Der Verdächtige wurde vom Gericht von Faro in Untersuchungshaft genommen; ihm wurden schwere Entführung, schwerer Raub und schwerer Kartenmissbrauch vorgeworfen.
Entdeckung der Leiche
Am 2. April 2026 lokalisierte die PJ Ricardo Claros Leiche auf einem Brachland im Gebiet Esteval von Loulé. Das Opfer wurde mit Klebeband gefesselten Hand- und Fußgelenken aufgefunden; die PJ erklärte, es gebe starke Anzeichen für einen gewaltsamen Tod, der aller Wahrscheinlichkeit nach am Tag des Verschwindens eingetreten sei.
Bei der Betrachtung des identifizierten Tatorts gibt es starke Anzeichen für einen gewaltsamen Tod, der, wie alles darauf hindeutet, am Tag des Verschwindens eingetreten ist.
Die Verdächtigen sollen Claro in einen Hinterhalt gelockt, ihn tödlich angegriffen, dann den Tresor des Restaurants geöffnet, sein Haus ausgeraubt und mehrere Banktransaktionen mit Geld des Opfers und des Betriebs durchgeführt haben.
Die anderen Verdächtigen und die brasilianische Verbindung
Die PJ identifizierte drei Verdächtige, alle brasilianische Staatsbürger. Der nun verstorbene 39-Jährige war der einzige, der in Untersuchungshaft saß. Die beiden anderen Verdächtigen sollen nach Brasilien geflohen sein, sodass die Ermittlungen zu Claros Mord ohne Hauptangeklagte bleiben.

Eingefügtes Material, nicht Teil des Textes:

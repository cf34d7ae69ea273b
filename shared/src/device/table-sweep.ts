import { SWEEP_FIELDS, type SweepParam, type SweepPoint, type SweepRequest, type SweepResponse } from '../schemas/sweep.js';
import type { Process } from '../schemas/process.js';
import type { Warning, WarningCode } from '../schemas/warning.js';
import { ENGINE_VERSION } from './engine-version.js';
import { type PreparedDevice, prepareDevice } from './resolve-device.js';
import { constraintOf } from './solve.js';
import { CAUTIONS, Failures } from './sweep-cautions.js';
import { sweepValues } from './sweep-values.js';
import { tableFigures } from './table-figures.js';
import { type TableConditions, type TableLine, tableLine } from './table-lookup.js';
import { operatingPointOnLine, type TableOperatingPoint } from './table-operating-point.js';
import { sizeFromTable, vgsForGmId, vgsForOverdrive } from './table-sizing.js';
import { sizeWithTable } from './table-size.js';
import { TABLE_ACCURACY, type TableChoice } from './table-source.js';
import { WARNING_THRESHOLDS } from './warnings.js';

const GATE_PARAMS: ReadonlySet<SweepParam> = new Set(['vgs', 'vov', 'gmId']);

/**
 * POST /api/compute/sweep with model "table" (the request parsed and checked against the process), with the meaning
 * of the analytic sweep: hold "w" keeps the width and (unless the gate is swept) VGS of the request's own sizing and
 * lets the current follow; hold "id" re-sizes at every point for the request's ID, unsnapped, a swept vov, vgs or
 * gmId replacing the constraint. Point by point through the table; a point outside the grid has no answer (null,
 * counted in the series' warnings), never an extrapolation.
 */
export function sweepWithTable(request: SweepRequest, process: Process, choice: TableChoice): SweepResponse {
  const base = sizeWithTable(request, process, choice);
  const fields = request.fields ?? SWEEP_FIELDS;
  const values = sweepValues(request.sweep);
  const corners = request.corners ?? [request.corner];
  const temperatures: (number | null)[] = request.sweep.param === 'temperature' ? [null] : (request.temperatures ?? [base.temperature]);
  const series = corners.flatMap((corner) => temperatures.map((temperature) => tableSeries(request, process, choice, base, corner, temperature, values, fields)));
  return {
    engineVersion: ENGINE_VERSION,
    accuracy: TABLE_ACCURACY,
    polarity: request.polarity,
    ...(request.flavour === undefined ? {} : { flavour: request.flavour }),
    model: 'table',
    table: choice.ref,
    analyticFigures: base.analyticFigures,
    param: request.sweep.param,
    hold: request.hold,
    fields: [...fields],
    base,
    series,
  };
}

interface Counts {
  unsaturated: number;
  aboveVdd: number;
  nearGmIdLimit: number;
  narrow: number;
  forward: number;
  depletion: number;
  outside: number;
}

function tableSeries(
  request: SweepRequest,
  process: Process,
  choice: TableChoice,
  base: { w: number; vgs: number; fingers: number },
  corner: string,
  temperature: number | null,
  values: Float64Array,
  fields: readonly (typeof SWEEP_FIELDS)[number][],
): SweepResponse['series'][number] {
  const param = request.sweep.param;
  const failures = new Failures(values.length);
  const tableWarnings = new Map<WarningCode, Warning>();
  const counts: Counts = { unsaturated: 0, aboveVdd: 0, nearGmIdLimit: 0, narrow: 0, forward: 0, depletion: 0, outside: 0 };
  const constraint = constraintOf(request);
  const extras = fields.includes('ioff');
  const varies = !GATE_PARAMS.has(param);
  let seriesDevice: PreparedDevice | undefined;
  let seriesLine: TableLine | undefined;
  const points: SweepPoint[] = [];
  for (let i = 0; i < values.length; i++) {
    const value = values[i];
    try {
      const conditions: TableConditions = {
        corner,
        temperature: param === 'temperature' ? value : (temperature as number),
        l: param === 'l' ? value : request.l,
        vds: param === 'vds' ? value : request.vds,
        vsb: param === 'vsb' ? value : request.vsb,
      };
      const device =
        param === 'temperature' || !seriesDevice
          ? prepareDevice(process, request.polarity, { corner, temperature: conditions.temperature, flavour: request.flavour, cornerField: request.corners ? `corners.${request.corners.indexOf(corner)}` : 'corner' })
          : seriesDevice;
      seriesDevice ??= device;
      const line = varies || !seriesLine ? tableLine(choice.prepared, conditions) : seriesLine;
      seriesLine ??= line;
      const op = pointOf(request, choice, line, conditions, base, param, value, constraint);
      const { point } = tableFigures(op, line, device, choice.prepared, { extras });
      for (const warning of line.warnings) tableWarnings.set(warning.code, warning);
      count(counts, point, device, request.hold === 'id');
      const row: Record<string, number | string | boolean | null> = { [param]: value };
      for (const field of fields) {
        if (field === param) continue;
        row[field] = field === 'temperature' ? conditions.temperature : field === 'sigmaVt' ? point.sigmaVt : ((point as unknown as Record<string, number | string | boolean | null>)[field] ?? null);
      }
      points.push(row as SweepPoint);
    } catch (error) {
      failures.add(i, error);
      const row: Record<string, number | null> = { [param]: value };
      for (const field of fields) if (field !== param) row[field] = null;
      points.push(row as SweepPoint);
    }
  }
  return { corner, temperature, points, warnings: [...tableWarnings.values(), ...cautionsOf(counts, values.length), ...failures.warnings(param)] };
}

/** The operating point at one point of the series. */
function pointOf(request: SweepRequest, choice: TableChoice, line: TableLine, conditions: TableConditions, base: { w: number; vgs: number; fingers: number }, param: SweepParam, value: number, constraint: 'vov' | 'gmId' | 'w' | 'vgs'): TableOperatingPoint {
  const gate = GATE_PARAMS.has(param);
  if (request.hold === 'w') {
    const vgs = !gate ? base.vgs : param === 'vgs' ? value : param === 'vov' ? vgsForOverdrive(line, value) : vgsForGmId(line, value);
    return operatingPointOnLine(line, base.w, vgs, base.fingers);
  }
  const target = gate ? { [param]: value } : { [constraint]: request[constraint] };
  return sizeFromTable(choice.prepared, { ...conditions, id: request.id, ...target });
}

function count(counts: Counts, point: ReturnType<typeof tableFigures>['point'], device: PreparedDevice, unsnapped: boolean): void {
  if (!point.saturated) counts.unsaturated++;
  if (point.vgs > device.vdd) counts.aboveVdd++;
  if (point.gmId * point.n * point.ut > WARNING_THRESHOLDS.gmIdFractionOfLimit) counts.nearGmIdLimit++;
  if (unsnapped && point.w < device.params.wmin) counts.narrow++;
  if (point.vsb < 0) counts.forward++;
  if (point.leakage.conductsAtZeroVgs) counts.depletion++;
  const range = device.tempRange;
  if (range && (device.temperature < range.min || device.temperature > range.max)) counts.outside++;
}

/** The analytic sweep's series cautions that apply to a table (not the square law's, not the short-channel one). */
function cautionsOf(counts: Counts, total: number): Warning[] {
  const byCode: Partial<Record<WarningCode, number>> = {
    VDS_BELOW_VDSSAT: counts.unsaturated,
    VGS_ABOVE_VDD: counts.aboveVdd,
    GM_ID_NEAR_WEAK_INVERSION_LIMIT: counts.nearGmIdLimit,
    W_BELOW_WMIN: counts.narrow,
    SOURCE_BODY_FORWARD_BIASED: counts.forward,
    DEPLETION_CONDUCTS_AT_VGS0: counts.depletion,
    TEMPERATURE_OUTSIDE_PROCESS_RANGE: counts.outside,
  };
  return CAUTIONS.filter(([code]) => (byCode[code] ?? 0) > 0).map(([code, sentence]) => ({ code, message: `At ${byCode[code]} of ${total} points ${sentence}.` }));
}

Die DGRSP bestätigte, dass eine Autopsie zur Klärung der Todesursache durchgeführt wird, während interne Gefängnisverfahren und justizielle Kommunikation laufen.
- Ricardo Claro verschwindet nach dem Abendessen im Haus seiner Mutter in Faro.
- Die PJ verhaftet einen 39-jährigen Verdächtigen wegen Entführung und Raub.
- Claros Leiche wird in Loulé gefunden, mit Klebeband gefesselt; die PJ bestätigt gewaltsamen Tod.
- Verdächtiger tot in seiner Gefängniszelle in Faro aufgefunden; Autopsie angeordnet.